### What is expected
Report every line of the material that contains the string "BatchReadingEntry".

### Given data
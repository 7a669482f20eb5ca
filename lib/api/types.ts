import type { CarbonationResult, PrimingResult } from '@/lib/chemistry/carbonation';
import type { Allergen, Category, LabelNutrientValues, Measure } from '@/lib/ingredients';
import type { Role } from '@/lib/roles';
import type { BottleFormatInput } from '@/lib/schemas/bottle-formats';
import type { RecipeContent, TastingInput } from '@/lib/schemas/recipes';
import type { ReviewState } from '@/lib/schemas/reviews';
import type { UnitSystem } from '@/lib/units';

/** The uniform error body every API error carries. */
export interface ErrorBody {
  error: { code: string; message: string; fields?: Record<string, string> };
}

export interface Organisation {
  id: number;
  name: string;
  /** The brewery's line between non-alcoholic and alcoholic, % ABV. */
  abvLimitPercent: number;
  /** The warmest the brewery's bottles may meet, °C: every pressure check includes it. */
  warmestTempC: number;
  /** The share of a bottle's rating the most sugar may reach at the warm check, %. */
  ratingSharePercent: number;
  /** Printed at the start of every lot code. */
  lotPrefix: string;
  /** ISO 4217 code of the currency ingredient costs are kept in. */
  currency: string;
  /** Declared by an owner: licensed to make alcoholic beverages (versions at or over the limit may then be approved). */
  licensedForAlcohol: boolean;
}

export interface SessionUser {
  id: number;
  name: string;
  email: string;
  role: Role;
  unitSystem: UnitSystem;
  /** Whether review e-mails reach this person. */
  notifyReviews: boolean;
}

export interface Session {
  user: SessionUser;
  organisation: Organisation;
}

export interface Member {
  id: number;
  name: string;
  email: string;
  role: Role;
  active: boolean;
  createdAt: string;
}

export type InvitationStatus = 'pending' | 'expired' | 'accepted' | 'revoked';

export interface Invitation {
  id: number;
  email: string;
  role: Role;
  status: InvitationStatus;
  expiresAt: string;
  invitedBy: string | null;
  createdAt: string;
}

export interface Team {
  members: Member[];
  invitations: Invitation[];
}

export interface InvitationPreview {
  email: string;
  role: Role;
  breweryName: string;
  invitedBy: string | null;
}

export interface OutboxMessage {
  id: number;
  to: string;
  subject: string;
  text: string;
  kind: string;
  createdAt: string;
}

export interface ServerInfo {
  status: 'ok';
  db: 'ok';
  /** The database this instance uses: one SQLite file, or PostgreSQL shared by several instances. */
  dialect: 'sqlite' | 'postgres';
  /** Where attached files are kept: a configured S3 bucket, or the local S3-compatible fake on loopback. */
  storage: { kind: 's3' | 'local'; bucket: string };
  version: string;
  /** True when e-mail goes to the local Mail outbox instead of a real mail server. */
  outbox: boolean;
  /** True when anyone, signed in or not, may read the outbox (development only). */
  outboxOpen: boolean;
}

export interface BottleFormat extends BottleFormatInput {
  id: number;
  archived: boolean;
}

/** An ingredient as the API answers it: values per 100 g and per gram, with where they come from. */
export interface Ingredient {
  id: number;
  scope: 'dataset' | 'house';
  /** The full name: the dataset's description, or the house ingredient's name. */
  name: string;
  /** The name people read in lists, recipes and cards: the brewery's short name, or one made from the description. */
  displayName: string;
  category: Category;
  per100g: {
    energyKcal: number | null;
    carbohydrateG: number | null;
    sugarsG: number | null;
    fibreG: number | null;
    fatG: number | null;
    proteinG: number | null;
  };
  /** What a nutrition panel needs besides, per 100 g (null: not measured). */
  labelPer100g: LabelNutrientValues;
  perGram: { sugarsG: number | null; fermentableSugarsG: number | null; fatG: number | null };
  fermentableSharePct: number;
  steepSharePct: number;
  allergens: Allergen[];
  measures: Measure[];
  costPerKg: number | null;
  notes: string | null;
  source: string;
  archived: boolean;
}

export interface Attachment {
  id: number;
  name: string;
  mimeType: string;
  sizeBytes: number;
  uploadedBy: string | null;
  createdAt: string;
  url: string;
}

export interface RecipeSummary {
  id: number;
  name: string;
  flavourNotes: string;
  status: 'draft' | 'archived';
  currentVersion: number;
  submittedVersion: number | null;
  /** The version production uses, if one is approved. */
  approvedVersion: number | null;
  /** Where the newest version stands in review. */
  reviewState: ReviewState;
  /**
   * The worst finding of the version that matters in a list: the approved version in the "for production" list,
   * the newest elsewhere. Only lists carry it.
   */
  safetyLevel?: 'ok' | 'caution' | 'danger';
  updatedAt: string;
}

/** One version of a recipe with its content (the newest unless another was asked for). */
export interface RecipeDetail extends Omit<RecipeSummary, 'reviewState'> {
  version: number;
  content: RecipeContent;
  versionNote: string;
  savedBy: string | null;
  savedAt: string;
  ingredientNames: Record<number, string>;
}

// Answers of the recipe, review, ingredient and calculation routes: the services declare these as their return
// types and the client hooks read them, so a change on either side is a type error on the other.

export interface ReviewTimeline {
  state: ReviewState;
  currentVersion: number;
  submittedVersion: number | null;
  approvedVersion: number | null;
  events: {
    id: number;
    version: number;
    action: string;
    by: string | null;
    comment: string;
    overrideReason: string | null;
    selfApproved: boolean;
    at: string;
  }[];
}

export interface VersionEntry {
  number: number;
  note: string;
  savedBy: string | null;
  savedAt: string;
}

export interface TastingEntry {
  id: number;
  /** The version tasted. */
  versionNumber: number;
  /** The version its sugar addition made, if any. */
  createdVersion: number | null;
  tastedOn: string;
  by: string | null;
  notes: string;
  scores: { sweetness: number; sourness: number; fizz: number; flavour: number };
  sugarAddition: TastingInput['sugarAddition'];
}

export interface IngredientPage {
  items: Ingredient[];
  total: number;
  page: number;
  pageSize: number;
}

export interface IngredientChangeEntry {
  id: number;
  action: string;
  at: string;
  by: string | null;
  changes: Record<string, [unknown, unknown]>;
}

export type BottleFormatRef = {
  id: number;
  name: string;
  maxWorkingPressureBar: number;
  pressureSource: string;
} | null;
export type CarbonationAnswer = CarbonationResult & { bottleFormat: BottleFormatRef };
export type PrimingAnswer = PrimingResult & { bottleFormat: BottleFormatRef };
export interface BrixAnswer {
  brix: number;
  specificGravity: number;
  sugarGPerL: number;
  caution: string;
}

// Batches: the floor's records. One model for the screen, the record PDF and the API.

export interface BatchSummary {
  id: number;
  lotCode: string;
  trial: boolean;
  state: import('@/lib/schemas/batches').BatchState;
  recipeId: number;
  recipeName: string;
  version: number;
  batch: { kind: import('@/lib/schemas/recipes').BatchKind; value: number };
  bottles: number;
  startedBy: string | null;
  startedAt: string;
}

export interface BatchReadingEntry {
  id: number;
  kind: import('@/lib/schemas/batches').ReadingKind;
  value: number;
  tempC: number | null;
  stage: import('@/lib/schemas/batches').Stage;
  source: 'in-house' | 'lab' | null;
  takenAt: string;
  note: string;
  check: { level: 'ok' | 'caution' | 'danger'; message: string; predictedGaugeBar?: number };
  correctsId: number | null;
  by: string | null;
  reports: Attachment[];
}

export interface BatchStepEntry {
  number: number;
  text: string;
  signedOff: { by: string | null; at: string; note: string } | null;
}

export interface BatchIngredientLotEntry {
  id: number;
  ingredientId: number | null;
  ingredientName: string;
  supplier: string;
  supplierLot: string;
  quantity: string;
  quantityValue: number;
  quantityUnit: 'g' | 'L';
  correctsId: number | null;
  by: string | null;
  at: string;
}

export interface BatchDeviationEntry {
  id: number;
  whatHappened: string;
  actionTaken: string;
  closesReadingId: number | null;
  correctsId: number | null;
  by: string | null;
  at: string;
}

export interface BatchDecisionEntry {
  id: number;
  decision: import('@/lib/schemas/batches').Decision;
  note: string;
  overrideReason: string | null;
  by: string | null;
  at: string;
}

export interface BatchDetail extends BatchSummary {
  card: import('@/lib/recipes/card').RecipeCard;
  facts: import('@/lib/batches/checks').BatchFacts;
  readings: BatchReadingEntry[];
  steps: BatchStepEntry[];
  ingredientLots: BatchIngredientLotEntry[];
  deviations: BatchDeviationEntry[];
  decisions: BatchDecisionEntry[];
  /** Danger readings nothing has answered yet: release needs an override reason while any stands. */
  standingDangers: number[];
}

export interface BatchPage {
  items: BatchSummary[];
  total: number;
  page: number;
  pageSize: number;
}

export interface TraceHit {
  batch: BatchSummary;
  lot: BatchIngredientLotEntry;
}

### Exercise response
export interface BatchReadingEntry {
  readings: BatchReadingEntry[];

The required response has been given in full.